It doesn’t taste just like chicken. More like a spicy beef, the way Lou Fleming prepares it at Faidley’s Seafood.

The “it” would be raccoon meat, which Faidley’s has sold for generations, alongside muskrat, and of course the oysters and crabcakes for which the Lexington Market stalwart is known.

Raccoon consumption has dropped off significantly in the recent decades, says Bill Devine, owner of Faidley’s. “Those people that ate when they were young have died. And if McDonald’s had it on the menu, you’ve had five generations eating it.”
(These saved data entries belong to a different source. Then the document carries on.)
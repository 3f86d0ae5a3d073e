"""On-disk cache of extraction results, keyed by grid identity and the request.

A result (value, flags, cell, distance and coverage of every row) is stored as one
``.npz`` file named by a SHA-256 key over: the grid's identity
(``attrs["envlink_identity"]``), its shape and coordinates, a hash of its values when
the grid is held in memory, every option of the request, the rows' site and period
columns, the envlink version and a SHA-256 over the source of the extraction code
itself (``envlink/extract/*.py`` and ``envlink/geo.py``), so results cached by older
code are not served after it changes. Files are written atomically, so a crash leaves no
partial entry. Grids without an identity are hashed by value when in memory; lazy
grids without an identity are not cached.

The cache never fails a run: a cache folder that cannot be written gives a
:class:`CacheWarning` and the results are returned uncached; an entry that cannot
be read (damaged, truncated, of another layout) gives a :class:`CacheWarning` and
is computed again, as if absent.
"""

from __future__ import annotations

import hashlib
import json
import os
import warnings
import zipfile
from collections.abc import Mapping
from pathlib import Path

import numpy as np
import pandas as pd
import xarray as xr

from envlink._util import atomic_path
from envlink.errors import EnvlinkWarning

__all__ = ["CacheWarning", "request_key", "load", "save", "default_cache_dir", "code_hash"]


class CacheWarning(EnvlinkWarning):
    """The result cache could not be read or written; the run goes on without it."""

_FIELDS = ("value", "cell_lat", "cell_lon", "distance_km", "coverage", "flags")


def default_cache_dir() -> Path:
    """``$ENVLINK_CACHE`` or ``~/.cache/envlink`` (used by the command line)."""
    env = os.environ.get("ENVLINK_CACHE")
    return Path(env) if env else Path.home() / ".cache" / "envlink"


_CODE_HASH: str | None = None


def code_hash() -> str:
    """SHA-256 hex over the source bytes of ``envlink/extract/*.py`` and ``envlink/geo.py``
    (file names included, in sorted order); computed once per process.

    Examples
    --------
    >>> len(code_hash()), code_hash() == code_hash()
    (64, True)
    """
    global _CODE_HASH
    if _CODE_HASH is None:
        here = Path(__file__).resolve().parent
        files = sorted(here.glob("*.py")) + [here.parent / "geo.py"]
        h = hashlib.sha256()
        for f in files:
            h.update(f"{f.parent.name}/{f.name}\x00".encode())
            try:
                h.update(f.read_bytes())
            except OSError:
                h.update(b"<unreadable>")
            h.update(b"\x00")
        _CODE_HASH = h.hexdigest()
    return _CODE_HASH


def _grid_fingerprint(grid: xr.DataArray) -> str | None:
    h = hashlib.sha256()
    ident = grid.attrs.get("envlink_identity")
    in_memory = grid.chunks is None and bool(getattr(grid.variable, "_in_memory", False))
    if not ident and not in_memory:
        return None
    h.update(str(ident).encode())
    h.update(repr((grid.dims, grid.shape, str(grid.dtype), grid.attrs.get("units"))).encode())
    for c in ("time", "time_start", "time_end", "lat", "lon", "x", "y"):
        if c in grid.coords:
            h.update(np.ascontiguousarray(np.asarray(grid[c].values).astype(str)).tobytes())
    if in_memory:
        h.update(np.ascontiguousarray(grid.values).tobytes())
    return h.hexdigest()


def request_key(grid: xr.DataArray, table: pd.DataFrame, options: Mapping[str, object]) -> str | None:
    """SHA-256 hex key of a request, or None when the grid cannot be identified."""
    fp = _grid_fingerprint(grid)
    if fp is None:
        return None
    from envlink import __version__

    h = hashlib.sha256(fp.encode())
    h.update(json.dumps(options, sort_keys=True, default=str).encode())
    h.update(__version__.encode())
    h.update(code_hash().encode())
    for col in ("site_lat", "site_lon", "period_start", "period_end", "locate_status", "site_wkt"):
        if col in table.columns:
            h.update(col.encode())
            h.update("\x1f".join(table[col].astype("string").fillna("<NA>").tolist()).encode())
    return h.hexdigest()


def _reason(exc: BaseException) -> str:
    return (exc.strerror if isinstance(exc, OSError) and exc.strerror else str(exc)) or type(exc).__name__


def load(cache_dir: str | os.PathLike[str], key: str, n_rows: int) -> dict[str, np.ndarray] | None:
    """The cached arrays of ``key``, or None when absent.

    An entry that cannot be read, lacks a field or is of another length is a miss
    too, with a :class:`CacheWarning` naming the file.

    Examples
    --------
    >>> import tempfile
    >>> load(tempfile.mkdtemp(), "0" * 64, 3) is None
    True
    """
    path = Path(cache_dir) / f"{key}.npz"
    try:
        if not path.is_file():
            return None
        with np.load(path, allow_pickle=False) as z:
            out = {k: z[k] for k in _FIELDS}
        bad = [k for k, v in out.items() if v.shape != (n_rows,)]
        why = f"its {bad[0]!r} holds {out[bad[0]].shape} values for {n_rows} rows" if bad else ""
    except (OSError, ValueError, KeyError, EOFError, zipfile.BadZipFile) as exc:
        why = _reason(exc)
    if why:
        warnings.warn(
            f"The cache entry {str(path)!r} could not be read ({why}); it is treated as absent "
            "and the results are computed again.",
            CacheWarning,
            stacklevel=2,
        )
        return None
    return out


def save(cache_dir: str | os.PathLike[str], key: str, arrays: dict[str, np.ndarray]) -> Path | None:
    """Store ``arrays`` (the fields value, cell_lat, cell_lon, distance_km, coverage,
    flags) atomically under ``key``; return the file, or None with a
    :class:`CacheWarning` when the cache cannot be written.

    Examples
    --------
    >>> import tempfile
    >>> a = {k: np.zeros(2) for k in _FIELDS}
    >>> save(tempfile.mkdtemp(), "0" * 64, a).name.endswith(".npz")
    True
    """
    folder = Path(cache_dir)
    path = folder / f"{key}.npz"
    try:
        with atomic_path(path) as tmp, open(tmp, "wb") as fh:
            np.savez(fh, **{k: np.asarray(arrays[k]) for k in _FIELDS})  # type: ignore[arg-type]
    except OSError as exc:
        warnings.warn(
            f"The cache at {str(folder)!r} could not be written ({_reason(exc)}); results were not "
            "cached. Point $ENVLINK_CACHE (or cache_dir=) at a writable folder, or pass --no-cache.",
            CacheWarning,
            stacklevel=2,
        )
        return None
    return path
In 1991, Devine told The Sun, “I submit when the pilgrims landed, they weren’t handed a turkey, they were handed a muskrat.”

Fleming, the manager at Faidley’s, has been eating raccoon since childhood, the way his parents, from Virginia used to cook it. “That is a tradition you can’t find every day,” Fleming said. “Because nobody knows how to prepare it.” But Lou does.

Raccoon season is over now, but Fleming keeps some in the freezer. He presents a frozen specimen for curious customers. Everyone who walks by cranes their neck and has the same question. What is that?

Fleming points to the animal’s padded feet for the answer. By law, he says, the feet of a raccoon must be intact at the sale, to ensure that it’s not really a cat or a dog sold by some trickster trader. Faidley’s gets its raccoons from fur traders who trap the animals (along with muskrats) for their fur and sell the meat.

Today, Fleming estimates Faidley’s sells 400 raccoons per season. Devine says they once sold 10 times as many.

Fleming prepared one for us, soaking it overnight and then heavily seasoning it like a piece of beef. He slow-cooked it for several hours.

“I don’t cook the head because everybody’s scared of it,” he said with a sly grin. “You don’t want it looking back out at you while you eat it.”

He removes the raccoon from the oven – surrounded in potatoes, it looks like any other roast. Fleming’s anticipation is palpable.

“I know you want to taste it,” he said to a member of his staff.

She shakes her head. “No, I’ve never been that curious.”

“It’s only like beef. Just try it,” Fleming said. She didn’t budge.

“Chicken,” he said. “I’ve got a bunch of chickens working for me.”

There are those who may be reluctant to try raccoon. Perhaps you have unwittingly eaten some already. Fleming says he sells to a man who drives up from Washington, D.C. to buy around 40 raccoons each time. The man owns a number of Chinese restaurants on H Street. Fleming doesn’t think he puts “raccoon” on the menu.